An Overview of Effexor Uses

Effexor® (venlafaxine hydrochloride) is a prescription medicine that has been licensed to treat depression.
Depression is more than just "feeling sad." Some common symptoms of depression include:
  • Changes in sleep (sleeping too much or not enough)
  • Eating too much or too little (and weight gain or weight loss)
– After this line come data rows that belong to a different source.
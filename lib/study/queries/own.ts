import { sql, type AliasedRawBuilder } from 'kysely'
import type { OwnAttribute } from '@/lib/reading/schema/own'

/** What the study's plan says of an attribute of its own, beside a row that names one; null for those that all know. */
export function ownOf(study: string, row: string): AliasedRawBuilder<OwnAttribute | null, 'own'> {
  const key = sql.ref(`${row}.attribute`)
  return sql<OwnAttribute | null>`(select planned -> 'own' from jsonb_array_elements(${sql.ref(`${study}.plan`)} -> 'attributes') planned
    where ${key} like 'own.%' and planned ->> 'attribute' = ${key})`.as('own')
}
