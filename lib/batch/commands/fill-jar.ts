import type { Actor } from '@/lib/auth/actor'
import type { Trx } from '@/lib/db/client'
import { refuse } from '@/lib/http/errors'
import { netGrams } from '@/lib/science/making'
import type { FillJarInput } from '../schema'
import { assertState, findBatch, whenDone } from './find-batch'

/** One jar as it was filled and closed. The rows are optional; a correction is a new one that says why. */
export async function fillJar(trx: Trx, actor: Actor, code: string, input: FillJarInput) {
  const batch = await findBatch(trx, code)
  const jars = await trx
    .selectFrom('batchJar')
    .select(['id', 'number', 'supersedes'])
    .where('batchId', '=', batch.id)
    .execute()
  const { claimedAt: _claimed, deviceNow: _device, ...values } = input
  const answer = { id: input.id, number: input.number, fillG: netGrams(input.grossG, input.tareG) }
  if (jars.some((jar) => jar.id === input.id)) return answer
  assertState(batch, ['making', 'resting', 'released'], 'Nothing is filled from it.')
  const before = jars.find((jar) => jar.id === input.supersedes)
  if (input.supersedes === null && jars.some((jar) => jar.number === input.number)) {
    const sentence = `Jar ${input.number} is on record already. Correct its row, or give the next number.`
    throw refuse.invalid(sentence, { number: sentence })
  }
  if (input.supersedes !== null) {
    if (before?.number !== input.number || jars.some((jar) => jar.supersedes === input.supersedes)) {
      throw refuse.conflict(
        `That row of jar ${input.number} was corrected already or is not there. Load the page again.`,
      )
    }
    if (!input.reason) {
      throw refuse.invalid(`Say why jar ${input.number} is corrected.`, {
        reason: 'Say why the jar is corrected.',
      })
    }
  }
  const at = { filledAt: whenDone(batch, input), recordedAt: batch.now }
  await trx
    .insertInto('batchJar')
    .values({ ...values, ...at, batchId: batch.id, filledBy: actor.personId })
    .execute()
  return answer
}
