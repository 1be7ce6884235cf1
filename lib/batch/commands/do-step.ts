import type { Actor } from '@/lib/auth/actor'
import type { Trx } from '@/lib/db/client'
import { refuse } from '@/lib/http/errors'
import { deviations } from '../rules/steps'
import type { DoStepInput } from '../schema'
import { assertState, findBatch, staleRow, whenDone } from './find-batch'

/** A press at one process step: begun, ended, or done with what was really done beside what was prescribed. */
export async function doStep(trx: Trx, actor: Actor, code: string, input: DoStepInput) {
  const batch = await findBatch(trx, code)
  const step = await trx
    .selectFrom('batchStep')
    .innerJoin('formulaStep', 'formulaStep.id', 'batchStep.formulaStepId')
    .select(['batchStep.id', 'batchStep.position', 'batchStep.version', 'batchStep.doneAt'])
    .select(['formulaStep.speedRpm', 'formulaStep.minutes', 'formulaStep.temperatureC'])
    .where('batchStep.id', '=', input.stepId)
    .where('batchStep.batchId', '=', batch.id)
    .executeTakeFirst()
  if (!step) throw refuse.notFound(`${code} has no such step. Load the page again.`)
  const entries = await trx
    .selectFrom('batchStepEntry')
    .select(['id', 'kind'])
    .where('batchStepId', '=', step.id)
    .execute()
  const { id, version, doneAt } = step
  if (entries.some((entry) => entry.id === input.id)) return { id, version, doneAt }
  assertState(batch, ['making'], 'Its process is closed.')
  const what = `step ${step.position + 1}`
  if (version !== input.version) throw await staleRow(trx, 'batch_step', id, what)
  assertInOrder(what, entries, input)
  const happenedAt = whenDone(batch, input)
  if (input.kind === 'done') assertTold(what, step, input)
  const { kind, note, reason, isFromPaper } = input
  const { actualSpeedRpm, actualMinutes, actualTemperatureC } = input
  const actual = { actualSpeedRpm, actualMinutes, actualTemperatureC, note }
  await trx
    .insertInto('batchStepEntry')
    .values({
      id: input.id,
      batchStepId: id,
      kind,
      ...actual,
      reason,
      isFromPaper,
      happenedAt,
      recordedAt: batch.now,
      recordedBy: actor.personId,
    })
    .execute()
  const isDone = kind === 'done'
  return trx
    .updateTable('batchStep')
    .set({ version: version + 1 })
    .$if(isDone, (query) => query.set({ ...actual, doneBy: actor.personId, doneAt: happenedAt }))
    .where('id', '=', id)
    .returning(['id', 'version', 'doneAt'])
    .executeTakeFirstOrThrow()
}

function assertInOrder(what: string, entries: readonly { kind: string }[], { kind }: DoStepInput) {
  const count = (of: string) => entries.filter((entry) => entry.kind === of).length
  const isRunning = count('start') > count('end')
  if (kind === 'start' && isRunning) throw refuse.conflict(`${capital(what)} runs already. End it first.`)
  if (kind === 'end' && !isRunning) throw refuse.conflict(`${capital(what)} does not run. Begin it first.`)
}

function assertTold(
  what: string,
  step: {
    doneAt: string | null
    speedRpm: number | null
    minutes: number | null
    temperatureC: number | null
  },
  input: DoStepInput,
) {
  if (step.doneAt !== null && !input.reason) {
    throw refuse.invalid(`${capital(what)} was logged already. Say why it is corrected.`, {
      reason: 'Say why the step is corrected.',
    })
  }
  const otherwise = deviations(step, input)
  if (otherwise.length && !input.note) {
    throw refuse.invalid(`${capital(what)} was done with ${otherwise.join(' and ')}. Say why.`, {
      note: `Say why: ${otherwise.join(' and ')}.`,
    })
  }
}

const capital = (text: string) => text.charAt(0).toUpperCase() + text.slice(1)
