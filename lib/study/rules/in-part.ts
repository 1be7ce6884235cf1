import { stationName } from '@/lib/protocol/rules/plan'
import type { ProtocolPlan } from '@/lib/protocol/schema'
import { refuse } from '@/lib/http/errors'
import type { StudyAdjustments } from '@/lib/study/schema'
import { placesAt, plansOfBatches, type TakenBatches } from './jars'
import { startedPositions } from './plan'
import { fittingStations, freeIn, roomiest, type StationOffer } from './stations'
import { capital, counted, numberWord } from './words'

export type NotStarted = { position: number; sentence: string }

/** A study that starts in part says which part did not, why, and that it was the person's choice. */
export function refuseInPart(plan: ProtocolPlan, adjustments: StudyAdjustments, why: string): void {
  const leftOut = adjustments.leaveOutStations ?? []
  const named = [...leftOut, ...(adjustments.spares ?? []).map((one) => one.position)]
  if (named.some((position) => position >= plan.stations.length)) {
    throw refuse.invalid('The protocol has no such station. Reload, and choose from its own.', {
      adjustments: 'A station is not in the protocol.',
    })
  }
  if (leftOut.length === 0) return
  if (startedPositions(plan, adjustments).length === 0) {
    throw refuse.invalid('No station is left to start at. Keep at least one.', {
      adjustments: 'Every station is left out.',
    })
  }
  if (why === '') {
    throw refuse.invalid('The study starts without a station that its protocol asks for. Say why.', {
      whyInPart: 'Say why these stations do not start.',
    })
  }
}

/** What the record says of each station that the protocol asks for and the study does not have. */
export function notStarted(
  plan: ProtocolPlan,
  adjustments: StudyAdjustments,
  stations: StationOffer[],
  { batchIds, referenceIds }: TakenBatches,
): NotStarted[] {
  const plans = plansOfBatches(plan, batchIds, referenceIds)
  return [...new Set(adjustments.leaveOutStations ?? [])]
    .toSorted((a, b) => a - b)
    .map((position) => {
      const planned = plan.stations[position]!
      const needed = placesAt(plans, position)
      const station = roomiest(fittingStations(planned, stations))
      const cause =
        station === null
          ? 'no station of the lab keeps it'
          : freeIn(station) < needed
            ? `${station.name} had ${counted(freeIn(station), 'free place')} and ${numberWord(needed)} were needed`
            : 'by choice'
      const name = capital(stationName(planned, position))
      return {
        position,
        sentence: `${name} was planned by the protocol, where it ${planned.voice}, and was not started: ${cause}.`,
      }
    })
}
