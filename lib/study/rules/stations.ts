import { isSamePlace } from '@/lib/protocol/rules/faults'
import type { PlannedStation } from '@/lib/protocol/schema'
import { isLit } from '@/lib/station/rules/keeps'

export type StationOffer = {
  id: string
  name: string
  kind: string
  temperatureC: number | null
  isActive: boolean
  shelves: number
  placesPerShelf: number
  takenPlaces: number
  cycleLowC?: number | null
  cycleHighC?: number | null
  lightLux?: number | null
  lightUvWm2?: number | null
}

/** The lab's stations that a planned one could use: same kind, same temperature, lamps where it asks for light, in use. */
export function fittingStations<T extends StationOffer>(planned: PlannedStation, stations: T[]): T[] {
  return stations.filter(
    (station) =>
      station.isActive &&
      station.kind === planned.kind &&
      (planned.kind !== 'temperature' || station.temperatureC === planned.temperatureC) &&
      hasLamps(station) === asksForLamps(planned),
  )
}

export function hasLamps({ lightLux = null, lightUvWm2 = null }: StationOffer): boolean {
  return isLit({ lightLux, lightUvWm2 })
}

/** Jars in foil stand under the same lamps as those in light: only so do they have the same warmth. */
export function asksForLamps({ light }: PlannedStation): boolean {
  return light !== undefined
}

/** Chosen where the person chose, otherwise the fitting one with the most room that is not yet taken by another. */
export function chosenStations<T extends StationOffer>(
  planned: PlannedStation[],
  stations: T[],
  choices: { position: number; stationId: string }[],
): (T | null)[] {
  const chosen = planned.map((_, position) => {
    const choice = choices.find((c) => c.position === position)
    return choice ? (stations.find((station) => station.id === choice.stationId) ?? null) : undefined
  })
  const found: (T | null)[] = chosen.map((choice) => choice ?? null)
  chosen.forEach((choice, position) => {
    const wanted = planned[position]!
    if (choice !== undefined) return
    const isUsed = ({ id }: T) =>
      found.some((other, at) => other?.id === id && at !== position && isSamePlace(planned[at]!, wanted))
    found[position] = roomiest(fittingStations(wanted, stations).filter((station) => !isUsed(station)))
  })
  return found
}

/** The one with the most room; null where there is none. */
export function roomiest<T extends StationOffer>(stations: T[]): T | null {
  return stations.toSorted((a, b) => freeIn(b) - freeIn(a))[0] ?? null
}

export function freeIn(station: StationOffer): number {
  return station.shelves * station.placesPerShelf - station.takenPlaces
}
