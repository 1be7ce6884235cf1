import { assertComputable } from '../guard'

/** A calculation that `calc` offers: how its input is read, what it answers, and how its help explains it. */
export type Topic = {
  name: string
  says: string
  input: string
  output: string
  notes: string
  example: { input: unknown; output: unknown }
  run: (raw: unknown) => unknown
}

type Declared<I, O> = Omit<Topic, 'run'> & { read: (raw: unknown) => I; compute: (input: I) => O }

export function topic<I, O>({ read, compute, ...rest }: Declared<I, O>): Topic {
  return { ...rest, run: (raw) => assertComputable('input', compute(read(raw))) }
}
  • Having little interest in things that you used to enjoy
  • Physical pain
  • Feeling hopeless or worthless
  • Suicidal thoughts.


In large clinical trials, Effexor has been proven to help adults with depression. However, it is important keep in mind that many antidepressants (including Effexor) take several weeks to begin working. Sometimes, other people will notice an improvement in your depression symptoms before you do. Often, the physical symptoms of depression (such as pain or changes in sleep) will improve first, sometimes within the first few weeks of treatment. It usually takes at least four to six weeks before significant changes in mood occur. It is important to give Effexor a chance to work before becoming discouraged.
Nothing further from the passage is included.